RFM Dark Knights Simplisensational (Semi) FancyHawkDontLetMEDown Daughter out of "Hawk" & L&D Scout/Robin Hood/Dark Knight..






Lucky Four Rowdy Radiance (Summer) Rowdy grandaughter & Snowman grandaughter


----------



## Relic (Dec 13, 2007)

We bought this guy just to cross to a few mares but then showed him and he did great with nothing but reserves and grands and supreme so here he is our son of the great Lazy NS Boogerman our little Booger..wow can this turkey jump and drive who would have thought for a short guy...






My fave pet stallion a grandson of Boones Little Andy and Buckeroos Top Cat we also have a full sister to him but no pictures right now..






Egyptian King and Sir Galahad breeding..






Sierra Dawn Unos Pharaoh breeding..


----------



## minimomNC (Dec 13, 2007)

Love this thread.

Blue Ribbon Bodacious Shiney Gold - 2004 Res. World Champion weanling stallion

2007 Eastern Regional Champion AOTE, Amateur Level 1 &

Res Champion Level 2 Geldings

2007 Eastern Regional Res Champion Amateur Gelding

Sired by Blue Ribbon Mr Bodacious - 5 x World Champion

2001 World Grand champion Sr Stallion






K-Nells Spin To Win - 2006 AMHA Champion

2003 World Champion weanling stallion 3rd place

2004 World Champion yearling gelding futurity

2006 World Champion Amateur Country Pleasure Driving

Sired by Martins Boozer After Dark 1992 National Champion 2 year old stallion






Ravenwood Mr Magnificent - 2007 World Champion Amateur Jr stallion Level 2 30" & under 6th place

Sired by Little Kings Buckeroos I Stand Grand out of a show winning daughter of L & D Scout






Lucky Four Black Velvet Bandofire - Multiple World Top Ten placings.

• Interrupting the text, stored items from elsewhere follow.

/**
 * Recording in a trench with no signal, then syncing exactly once, in Debian's Chromium: the network switched off
 * through the DevTools
 * protocol AND the app server stopped (emulated offline alone does not cover the service worker's own
 * requests). The test runs its own app (tests/e2e/support/own-stack.ts) so it can stop and start it.
 */
import { afterAll, afterEach, beforeAll, describe, expect, it } from "vitest";
import type { Browser, Page } from "playwright-core";
import type { Stack } from "@/scripts/stack";
import { openBrowser, shown, signIn } from "./support/browser";
import { freshTrench, tapPlan } from "./support/plan-trench";
import { ownStack } from "./support/own-stack";
import { keptOnDevice, networkOff, trenchContextId } from "./support/offline-device";

let browser: Browser;
let stack: Stack;
beforeAll(async () => {
  [browser, stack] = await Promise.all([openBrowser(), ownStack("offline-sync")]);
});
afterAll(async () => {
  await browser?.close();
  await stack?.stop();
});

/** The app server stopped (the site's network out of reach) until `serverBack`; a failed test brings it back. */
let serverDown = false;
async function serverGone() {
  await stack.stopApp();
  serverDown = true;
}
async function serverBack() {
  await stack.startApp();
  serverDown = false;
}
/** With E2E_VERBOSE=1, each step and its time since the file started. */
const started = Date.now();
const step = (what: string) => {
  if (process.env.E2E_VERBOSE) console.log(`[offline-sync ${((Date.now() - started) / 1000).toFixed(1)} s] ${what}`);
};
afterEach(async () => {
  if (serverDown) await serverBack();
});

/**
 * Opens a page once the service worker is active: a page whose loading began while the worker was still
 * being installed is not taken over by it (the browser's rule), so it would never be kept on the device.
 */
async function openWithWorker(page: Page, url: string) {
  await page.evaluate(() => navigator.serviceWorker.ready.then(() => true));
  await page.goto(url);
}

/** The device's status in the header (data attributes say the state and the counts). */
async function deviceState(page: Page) {
  const el = page.getByTestId("device-status");
  return {
    state: await el.getAttribute("data-state"),
    waiting: Number(await el.getAttribute("data-waiting")),
    attention: Number(await el.getAttribute("data-attention")),
  };
}

async function waitForDevice(
  page: Page,
  fn: (s: Awaited<ReturnType<typeof deviceState>>) => boolean,
  what: string,
  timeout = 60_000,
) {
  const until = Date.now() + timeout;
  let last = await deviceState(page);
  while (Date.now() < until) {
    const now = await deviceState(page);
    if (process.env.E2E_VERBOSE && JSON.stringify(now) !== JSON.stringify(last)) step(`device ${JSON.stringify(now)}`);
    last = now;
    if (fn(last)) return last;
    await page.waitForTimeout(250);
  }
  throw new Error(`the device never showed ${what}; last seen ${JSON.stringify(last)}`);
}

/** Every entry of the user's outbox, read straight from IndexedDB. */
function readOutbox(page: Page): Promise<unknown[]> {
  return page.evaluate(async () => {
    const names = (await indexedDB.databases()).map((d) => d.name!).filter((n) => n.startsWith("loamwork-outbox-"));
    const db = await new Promise<IDBDatabase>((resolve, reject) => {
      const r = indexedDB.open(names[0]);
      r.onsuccess = () => resolve(r.result);
      r.onerror = () => reject(r.error);
    });
    return new Promise<unknown[]>((resolve) => {
      const r = db.transaction("entries").objectStore("entries").getAll();
      r.onsuccess = () => resolve(r.result);
    });
  });
}

/** Puts entries back into the outbox as they were (a replay of the same outbox). */
function putBack(page: Page, entries: unknown[]): Promise<void> {
  return page.evaluate(async (list) => {
    const names = (await indexedDB.databases()).map((d) => d.name!).filter((n) => n.startsWith("loamwork-outbox-"));
    const db = await new Promise<IDBDatabase>((resolve) => {
      const r = indexedDB.open(names[0]);
      r.onsuccess = () => resolve(r.result);
    });
    await new Promise<void>((resolve) => {
      const tx = db.transaction("entries", "readwrite");
      for (const e of list) tx.objectStore("entries").put(e);
      tx.oncomplete = () => resolve();
    });
  }, entries);
}

type Block = { id: string; kind: string; first: number; last: number; deviceId: string };

describe("recording offline and syncing exactly once", () => {
  it("20 finds and a context sheet with a relation, recorded with the server gone, land once, numbered from the device's blocks", async () => {
    const context = await browser.newContext({ baseURL: stack.url, viewport: { width: 1366, height: 900 } });
    let page = await context.newPage();
    await signIn(page, "digger");
    const t = await freshTrench(page);
    const planUrl = `/sites/${t.siteId}/trenches/${t.trenchId}`;
    step("open the plan online");
    await openWithWorker(page, planUrl);
    await shown(page.getByTestId("plan-canvas"), 20_000);
    await keptOnDevice(page, planUrl, stack.url);
    // Online once: the device reserves a block of find numbers and one of context numbers.
    await waitForNumbers(page);
    step("numbers reserved");
    const device = await page.evaluate(() => localStorage.getItem("loamwork-device-id"));
    const blocks = ((await (await page.request.get(`/api/sites/${t.siteId}/number-blocks`)).json()) as Block[]).filter(
      (b) => b.deviceId === device,
    );
    const findBlock = blocks.find((b) => b.kind === "find")!;
    const contextBlock = blocks.find((b) => b.kind === "context")!;
    expect(findBlock.last - findBlock.first + 1).toBe(50);
    const before = await counts(page, t);

    step("server stopped");
    await serverGone();
    await networkOff(context, page, true);
    step("reload offline");
    await page.reload();
    await shown(page.getByTestId("plan-canvas"), 20_000);

    // 20 finds placed by tap, each numbered at once from the block.
    const shownNumbers: number[] = [];
    for (let i = 0; i < 20; i++) {
      step(`find ${i + 1}`);
      await page.getByRole("button", { name: /Place find/ }).click();
      await tapPlan(page, false, 2 + (i % 5) * 0.9, 0.5 + Math.floor(i / 5) * 0.5);
      if (i === 0) {
        await page.getByLabel("Class").selectOption({ index: 1 });
        await page.getByLabel("Context").selectOption({ label: `${t.contextNumber} · deposit` });
      }
      await page.getByRole("button", { name: "Record find", exact: true }).click();
      shownNumbers.push(Number(/#(\d+)/.exec(await keptMessage(page))![1]));
    }
    expect(shownNumbers).toEqual(Array.from({ length: 20 }, (_, i) => findBlock.first + i));

    // One context sheet, numbered from the context block, with a relation checked on the device.
    step("context sheet");
    await page.getByTestId("device-status").click();
    const sheet = page.getByRole("form", { name: "Open a context sheet" });
    await sheet.getByLabel("Trench").selectOption({ label: t.code });
    await sheet.getByLabel("Other context").selectOption({ label: String(t.contextNumber) });
    await sheet.getByRole("button", { name: "Open context sheet" }).click();
    await shown(sheet.getByText(`Context ${contextBlock.first} above ${t.contextNumber} kept on this device`));
    await waitForDevice(page, (s) => s.waiting === 22, "22 waiting");
    step("outbox read");

    // The tab is closed and opened again, still offline: the outbox is still there, and so are the finds.
    const saved = await readOutbox(page);
    expect(saved).toHaveLength(22);
    await page.close();
    page = await context.newPage();
    await networkOff(context, page, true);
    step("reopened offline");
    await page.goto(planUrl);
    await shown(page.getByTestId("plan-canvas"), 20_000);
    await waitForDevice(page, (s) => s.waiting === 22 && s.state === "offline", "22 waiting, offline");
    await shown(page.getByText(`#${findBlock.first + 19}`));

    // The server is back and the network on: the outbox goes, in order, exactly once.
    step("server back");
    await serverBack();
    await networkOff(context, page, false);
    await page.evaluate(() => window.dispatchEvent(new Event("online")));
    await waitForDevice(page, (s) => s.waiting === 0 && s.attention === 0 && s.state === "online", "everything sent");
    step("synced");
    const after = await counts(page, t);
    expect(after.finds - before.finds).toBe(20);
    expect(after.contexts - before.contexts).toBe(1);
    expect(after.relations - before.relations).toBe(1);
    expect(after.findNumbers.filter((n) => !before.findNumbers.includes(n)).sort((a, b) => a - b)).toEqual(
      shownNumbers,
    );
    expect(after.contextNumbers).toContain(contextBlock.first);

    // A second replay of the same outbox (same keys, same bodies) writes nothing.
    step("replay");
    await putBack(page, saved);
    expect(await readOutbox(page)).toHaveLength(22);
    await page.evaluate(() => window.dispatchEvent(new Event("online")));
    await expect.poll(async () => (await readOutbox(page)).length, { timeout: 60_000 }).toBe(0);
    await waitForDevice(page, (s) => s.waiting === 0 && s.attention === 0, "the replay sent");
    expect(await counts(page, t)).toEqual(after);
    await context.close();
  }, 120_000);

  it("finds queued for a context signed off meanwhile wait in needs attention with the reason, and none is lost", async () => {
    const context = await browser.newContext({ baseURL: stack.url, viewport: { width: 1366, height: 900 } });
    const page = await context.newPage();
    await signIn(page, "digger");
    const t = await freshTrench(page);
    const base = `/api/sites/${t.siteId}`;
    const target = await trenchContextId(page, t);
    const other = await page.request.post(`${base}/contexts`, {
      data: { trenchId: t.trenchId, number: t.contextNumber + 1, type: "deposit" },
    });
    const otherId = (await other.json()).id as string;
    const planUrl = `/sites/${t.siteId}/trenches/${t.trenchId}`;
    step("test 2: plan online");
    await openWithWorker(page, planUrl);
    await shown(page.getByTestId("plan-canvas"), 20_000);
    await keptOnDevice(page, planUrl, stack.url);
    await waitForNumbers(page);

    await networkOff(context, page, true);
    await page.evaluate(() => window.dispatchEvent(new Event("offline")));
    for (let i = 0; i < 3; i++) {
      step("test 2: offline");
      await page.getByRole("button", { name: /Place find/ }).click();
      await tapPlan(page, false, 3 + i * 0.5, 1);
      if (i === 0) {
        await page.getByLabel("Class").selectOption({ index: 1 });
        await page.getByLabel("Context").selectOption({ label: `${t.contextNumber} · deposit` });
      }
      await page.getByRole("button", { name: "Record find", exact: true }).click();
      await keptMessage(page);
    }
    await waitForDevice(page, (s) => s.waiting === 3, "3 waiting");
    step("test 2: director signs off");

    // Meanwhile the sheet is completed, submitted and signed off by the director (another device).
    const director = await browser.newContext({ baseURL: stack.url });
    const dPage = await director.newPage();
    await signIn(dPage, "director");
    const sheet = {
      colour: "brown",
      compaction: "firm",
      composition: "silty clay",
      description: "a deposit",
      interpretation: "a floor",
    };
    expect((await dPage.request.patch(`${base}/contexts/${target}`, { data: sheet })).status()).toBe(200);
    expect(
      (
        await dPage.request.post(`${base}/relations`, { data: { contextId: target, reading: "above", otherId } })
      ).status(),
    ).toBe(201);
    expect((await dPage.request.post(`${base}/sign-off/${target}/submit`)).status()).toBe(200);
    expect((await dPage.request.post(`${base}/sign-off/${target}/lock`)).status()).toBe(200);
    await director.close();
    step("test 2: online again");

    await networkOff(context, page, false);
    await page.evaluate(() => window.dispatchEvent(new Event("online")));
    await waitForDevice(page, (s) => s.waiting === 0 && s.attention === 3, "3 needing attention");
    await page.getByTestId("device-status").click();
    const entries = page.getByTestId("attention-entry");
    expect(await entries.count()).toBe(3);
    for (const code of await entries.evaluateAll((els) => els.map((e) => e.getAttribute("data-code"))))
      expect(code).toBe("locked");
    await shown(entries.first().getByText(/signed off/i));

    step("test 2: resolve");
    // Resolved: each moves to the open context and lands; none is lost.
    for (let i = 0; i < 3; i++) {
      const first = page.getByTestId("attention-entry").first();
      await first.getByRole("button", { name: "Move to an open context" }).click();
      await first.getByLabel("Move to context").selectOption({ label: String(t.contextNumber + 1) });
      await waitForDevice(page, (s) => s.attention === 2 - i, `${2 - i} needing attention`);
    }
    await waitForDevice(page, (s) => s.waiting === 0 && s.attention === 0, "everything sent");
    const rows = (await (await page.request.get(`${base}/finds?trenchId=${t.trenchId}`)).json()) as {
      rows: { contextId: string }[];
    };
    expect(rows.rows.filter((r) => r.contextId === otherId)).toHaveLength(3);
    await context.close();
  }, 120_000);
});

/** The plan's word on the find just recorded, which must say it was kept on the device; then dismissed. */
async function keptMessage(page: Page): Promise<string> {
  const said = page.getByTestId("plan-message").or(page.getByRole("alert").filter({ hasText: /\S/ }));
  await shown(said);
  const text = (await said.first().textContent()) ?? "";
  if (!/kept on this device/.test(text))
    throw new Error(`the plan said "${text}", not that the find was kept on the device`);
  await page.getByRole("button", { name: "Dismiss message" }).click();
  return text;
}

/** Online once, the device reserves a block of find numbers and one of context numbers (50 each by default). */
async function waitForNumbers(page: Page) {
  await page.getByTestId("device-status").click();
  const left = page.getByTestId("numbers-left").locator("dd");
  await expect.poll(() => left.allTextContents(), { timeout: 30_000 }).toEqual(["50 left", "50 left"]);
  await page.getByRole("button", { name: "Close" }).click();
}

/** What the server holds for the trench: finds and their numbers, the site's contexts and relations. */
async function counts(page: Page, t: { siteId: string; trenchId: string }) {
  const base = `/api/sites/${t.siteId}`;
  const finds = (await (await page.request.get(`${base}/finds?trenchId=${t.trenchId}&pageSize=500`)).json()) as {
    total: number;
    rows: { number: number }[];
  };
  const contexts = (await (await page.request.get(`${base}/contexts`)).json()) as { number: number }[];
  const relations = (await (await page.request.get(`${base}/relations`)).json()) as unknown[];
  return {
    finds: finds.total,
    findNumbers: finds.rows.map((r) => r.number),
    contexts: contexts.length,
    contextNumbers: contexts.map((c) => c.number),
    relations: relations.length,
  };
}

2006 Eastern Regional Champion AOTE Gelding

2005 & 2006 Eastern Regional Champion 3 By 1 Owner

Sired by Little Kings Black Velvet






Yes, they are all geldings, execpt Ravenwood Mr Magnificent, I like it that way. Each one is by a famous sire but each one has also earned their own awards.


----------



## Erica (Dec 13, 2007)

I went to my web and pulled daughters of a known great; though several of my personal favorites are really daughters or sons of the stallions I put in my first post (making them grandaughters) but I wont' list them here

*Mares - * that are daughters of some of the greats.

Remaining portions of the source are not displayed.